Great discussion, I'm enjoying it (although an hour with a whiteboard would be even better).
My eventual (no pun intended!) plan was going to be to evolve the interfaces and separation of responsibilities for AbstractS3AccessPolicy and S3Store such that S3Store never makes its own internal metadata calls (like the internal getFileStatus calls you mentioned).
Yeah, I was trying to come up with a way to do this. My goals are clean / minimal code, and near-optimal performance (want upstream s3a to be very fast).
The crux of the problem seems that the top level logic of things like mkdirs()/rename() etc. need to call getFileStatus(), and those internal getFileStatus() calls are subject to the same source-of-truth and retry policies as the public API. In this case, the only way I can think to really separate the top-level logic for FileSystem ops (e.g. mkdir) from the policy on MetadataStore, is to build some sort of execution plan in top level logic then pass to a policy layer to execute it. You'd have three layers, roughly, FileSystem top-level, Raw S3 I/O, Policy / execution. This seems like it would be slower and way over-complicated (some steps in execution are conditional, you end up with a pseudo-language). There is also the AOP approach that s3mper took, but I think we can do better since we can modify the upstream code, and our goals are a bit more ambitious (more than just listStatus(), plus ability to use MetadataStore as source of truth).
I thought it would introduce complicated control flow in a lot of the S3AFileSystem methods. However, refactorings like this are always subjective, and it's entirely possible that I was wrong.
This is true. Seems like the classic performance vs. complexity tradeoff. I don't think you are wrong at all, just a question of priorities.

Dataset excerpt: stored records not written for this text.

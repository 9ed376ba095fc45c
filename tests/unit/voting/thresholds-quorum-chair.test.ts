/**
 * Thresholds per question kind, membership thresholds, the quorum and the chair's vote
 * (issue 13 item 4; procedure review F27–F29; docs/decisions/0008-thresholds-quorum-chair.md).
 * Each check names its source; quoted words are the source's own, read from the address given.
 *  - RONR 1915 = Robert's Rules of Order Revised, 4th ed. (1915), public domain; pages as printed
 *    (https://en.wikisource.org/wiki/Page:Robert%27s_Rules_of_Order_-_1915.djvu/<printed page + 6>).
 */
import { describe, expect, it } from "vitest";
import { GavelError } from "../../../src/lib/errors.ts";
import { estimateContentSchema } from "../../../src/lib/estimates/estimate-content.ts";
import { parseBallotCsv } from "../../../src/lib/estimates/ballot-csv.ts";
import { walkThrough } from "../../../src/lib/estimates/walk-through.ts";
import { buildFindings } from "../../../src/lib/estimates/findings.ts";
import { votingSectionSchema } from "../../../src/lib/procedure/voting-section.ts";
import { analyseOrders } from "../../../src/lib/voting/analyse-orders.ts";
import { majorityGraph } from "../../../src/lib/voting/majority-graph.ts";
import { profileFromRankings } from "../../../src/lib/voting/profile.ts";
import { adopts, decides } from "../../../src/lib/voting/vote-threshold.ts";
import { quorumStatus, voteRules } from "../../../src/lib/voting/vote-rules.ts";

function gavelError(f: () => unknown): GavelError {
  try {
    f();
  } catch (e) {
    if (e instanceof GavelError) return e;
    throw e;
  }
  throw new Error("expected a GavelError");
}

describe("vote thresholds (src/lib/voting/vote-threshold.ts)", () => {
  // RONR 1915 §48 p. 204 (djvu/210): "Suppose 14 members vote on a question in a meeting of a society where
  // 20 are present out of a total membership of 70. a two-thirds vote would be 10; a two-thirds vote of the
  // members present would be 14; and a vote of two-thirds of the members would be 47."
  const base = { members: 70, present: 20 };
  it("RONR 1915 §48 p. 204, worked example: two-thirds of the votes cast is 10 of 14", () => {
    expect(adopts(10, 4, base, "two-thirds")).toBe(true);
    expect(adopts(9, 5, base, "two-thirds")).toBe(false);
  });
  it("RONR 1915 §48 p. 204, worked example: two-thirds of the members present is 14 of 20", () => {
    expect(adopts(14, 0, base, "two-thirds-of-present")).toBe(true);
    expect(adopts(13, 1, base, "two-thirds-of-present")).toBe(false);
  });
  it("RONR 1915 §48 p. 204, worked example: two-thirds of the members is 47 of 70 (§68 p. 270: \"two-thirds of the entire membership\")", () => {
    expect(adopts(47, 0, base, "two-thirds-of-members")).toBe(true);
    expect(adopts(46, 0, base, "two-thirds-of-members")).toBe(false);
  });
  it("F28: with 30 ballots in a 40-seat chamber, a majority of the members is 21, not 16 (the membership, not the ballots: RONR 1915 §64 p. 260 note, \"a majority of the total membership\"; procedure review F28)", () => {
    const f28 = { members: 40, present: 30 };
    expect(adopts(16, 14, f28, "majority-of-members")).toBe(false);
    expect(adopts(20, 10, f28, "majority-of-members")).toBe(false);
    expect(adopts(21, 9, f28, "majority-of-members")).toBe(true);
  });
  it("three-fifths of the Senators duly chosen and sworn is 60 of 100 (Standing Rules of the Senate, Rule XXII cl. 2: \"three-fifths of the Senators duly chosen and sworn\", as quoted in S. Res. 67, 114th Congress)", () => {
    expect(adopts(60, 40, { members: 100, present: 100 }, "three-fifths-of-members")).toBe(true);
    expect(adopts(59, 0, { members: 100, present: 59 }, "three-fifths-of-members")).toBe(false);
    // With one vacancy the rule counts 99 Senators duly chosen and sworn: 3/5 of 99 = 59.4, so 60 are still needed.
    expect(adopts(59, 0, { members: 99, present: 99 }, "three-fifths-of-members")).toBe(false);
  });
  it("a majority is a majority of the votes cast (RONR 1915 §46 p. 191: \"a majority vote, that is a majority of the votes cast, ignoring blanks\")", () => {
    expect(adopts(95, 99, { members: 500, present: 300 }, "majority")).toBe(false); // §46 p. 191's announced example: 95 to 99, lost
    expect(adopts(3, 2, { members: 500, present: 300 }, "majority")).toBe(true);
  });
  it("a fixed number needs that many votes for and more for than against (common practice, no source, for the second condition)", () => {
    const five = { kind: "number" as const, value: 5 };
    expect(adopts(5, 3, { members: 9, present: 9 }, five)).toBe(true);
    expect(adopts(4, 0, { members: 9, present: 9 }, five)).toBe(false);
    expect(adopts(5, 5, { members: 12, present: 12 }, five)).toBe(false);
  });
  it("a threshold of the members without a known membership is unprocessable, naming rulebook.chamber.members", () => {
    const e = gavelError(() => adopts(30, 0, { members: null, present: 30 }, "majority-of-members"));
    expect(e.code).toBe("unprocessable");
    expect(e.issues[0].path).toBe("rulebook.chamber.members");
  });
  it("a tie defeats the motion (RONR 1915 §46 pp. 191–192: \"On a tie vote the motion is lost\")", () => {
    expect(decides(5, 5, 10, "majority")).toBe(false);
    expect(decides(5, 5, 10, "majority", "motion-fails", 1)).toBe(false);
  });
  it("a presiding officer with no vote \"unless they be equally divided\" (US Constitution art. I §3 cl. 4) decides a tie, and only a tie", () => {
    expect(decides(50, 50, { members: 100, present: 101 }, "majority", "chair-casting-vote", 1)).toBe(true);
    expect(decides(50, 50, { members: 100, present: 101 }, "majority", "chair-casting-vote", -1)).toBe(false);
    expect(decides(50, 50, { members: 100, present: 101 }, "majority", "chair-casting-vote", 0)).toBe(false);
    expect(decides(49, 51, { members: 100, present: 101 }, "majority", "chair-casting-vote", 1)).toBe(false);
    // Nobody voting is not an equal division (common practice, no source): no casting vote on 0–0.
    expect(decides(0, 0, { members: 100, present: 101 }, "majority", "chair-casting-vote", 1)).toBe(false);
  });
});

describe("the chair's vote in the majority graph", () => {
  // Versions a, b. Three members prefer a, two prefer b; the chair (one ballot, marked) prefers b.
  const ballots = [
    { ranking: [0, 1], weight: 3 },
    { ranking: [1, 0], weight: 2 },
    { ranking: [1, 0], weight: 1, chair: true },
  ];
  const graph = (tieRule: "motion-fails" | "chair-casting-vote" | "chair-votes" | "chair-may-make-or-break-tie") =>
    majorityGraph(profileFromRankings(["a", "b"], ballots, "abstain", { chairApart: tieRule === "chair-casting-vote" }), "majority", { members: 6, tieRule });
  it("a chair who votes only when the votes are equally divided does not vote on 3 to 2 (US Constitution art. I §3 cl. 4)", () => {
    expect(graph("chair-casting-vote").beats[0][1]).toBe(true);
  });
  it("a chair who votes on every question makes it 3 to 3, and a tie defeats the motion either way (RONR 1915 §46 pp. 191–192)", () => {
    const g = graph("chair-votes");
    expect(g.beats[0][1]).toBe(false);
    expect(g.beats[1][0]).toBe(false);
  });
  it("RONR 1915 §46 p. 192: the chair \"may vote to make it a tie\", so a motion carried by one vote is lost", () => {
    expect(graph("chair-may-make-or-break-tie").beats[0][1]).toBe(false);
  });
  it("RONR 1915 §46 p. 192: the chair may break a tie (two to two, the chair for the motion adopts it)", () => {
    const tie = [
      { ranking: [0, 1], weight: 2 },
      { ranking: [1, 0], weight: 2 },
      { ranking: [0, 1], weight: 1, chair: true },
    ];
    const g = majorityGraph(profileFromRankings(["a", "b"], tie, "abstain"), "majority", { members: 5, tieRule: "chair-may-make-or-break-tie" });
    expect(g.beats[0][1]).toBe(true);
    expect(g.beats[1][0]).toBe(false);
    const casting = majorityGraph(profileFromRankings(["a", "b"], tie, "abstain", { chairApart: true }), "majority", { members: 5, tieRule: "chair-casting-vote" });
    expect(casting.beats[0][1]).toBe(true);
    expect(casting.beats[1][0]).toBe(false);
  });
  it("RONR 1915 §46 p. 192: \"The chair cannot, however, vote twice, first to make a tie and then give the casting vote\" — with the chair counted, a 2–2 tie made by the chair stays lost", () => {
    const made = [
      { ranking: [0, 1], weight: 2 },
      { ranking: [1, 0], weight: 1 },
      { ranking: [1, 0], weight: 1, chair: true },
    ];
    const g = majorityGraph(profileFromRankings(["a", "b"], made, "abstain"), "majority", { members: 4, tieRule: "chair-may-make-or-break-tie" });
    expect(g.beats[0][1]).toBe(false);
    expect(g.beats[1][0]).toBe(false);
  });
});

// A fictional measure B with one amendment A (Fictional Chamber Rule 12).
const measure = { id: "B", sections: [{ id: "s1" }] };
const oneAmendment = [{ id: "A", target: "s1", form: "insert" }];
const voting = { procedure: "amendment", citation: "Fictional Chamber Rule 12" };
const mainNeedsTwoThirds = [{ id: "main", class: "main", vote: "two-thirds" }];
// Six members rank B+A > B > Q; four rank B > Q > B+A: the amendment carries 6–4 (a majority, not two-thirds);
// passage of B+A against Q is 6–4 as well; passage of B alone against Q is 10–0.
const profile = {
  ballots: [
    { ranking: ["B+A", "B", "Q"], weight: 6 },
    { ranking: ["B", "Q", "B+A"], weight: 4 },
  ],
};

I'm willing to sacrifice a little code separation for significant performance benefit, and possibly a more complete solution (e.g. if internal getFileStatus() call misses a file above mkdirs(path) because that file creation was eventually consistent).
If you prefer, we can go that way
That is my preference at this stage. It was not as bad as I thought it would be when we prototyped it. Also I like doing refactoring / generalization after seeing some concrete cases in code (i.e. start by complicating top level S3AFileSystem logic).
My preference would probably change if I could think of a clean way to handle the internal getFileStatus() calls.
and later revisit the larger split I proposed here in patch 001 if it's deemed necessary.
I think we do need to break up S3AFileSystem. I'll be very supportive of future refactorization here, in general.
Really the only portion of patch 001 that I consider an absolute must is the S3ClientFactory work. I think it's vital to the project that we have the ability to mock S3 interactions to simulate eventual consistency.
Yes, I like this part of it. Being able to mock the S3 service out would be awesome, and I didn't notice any real downside.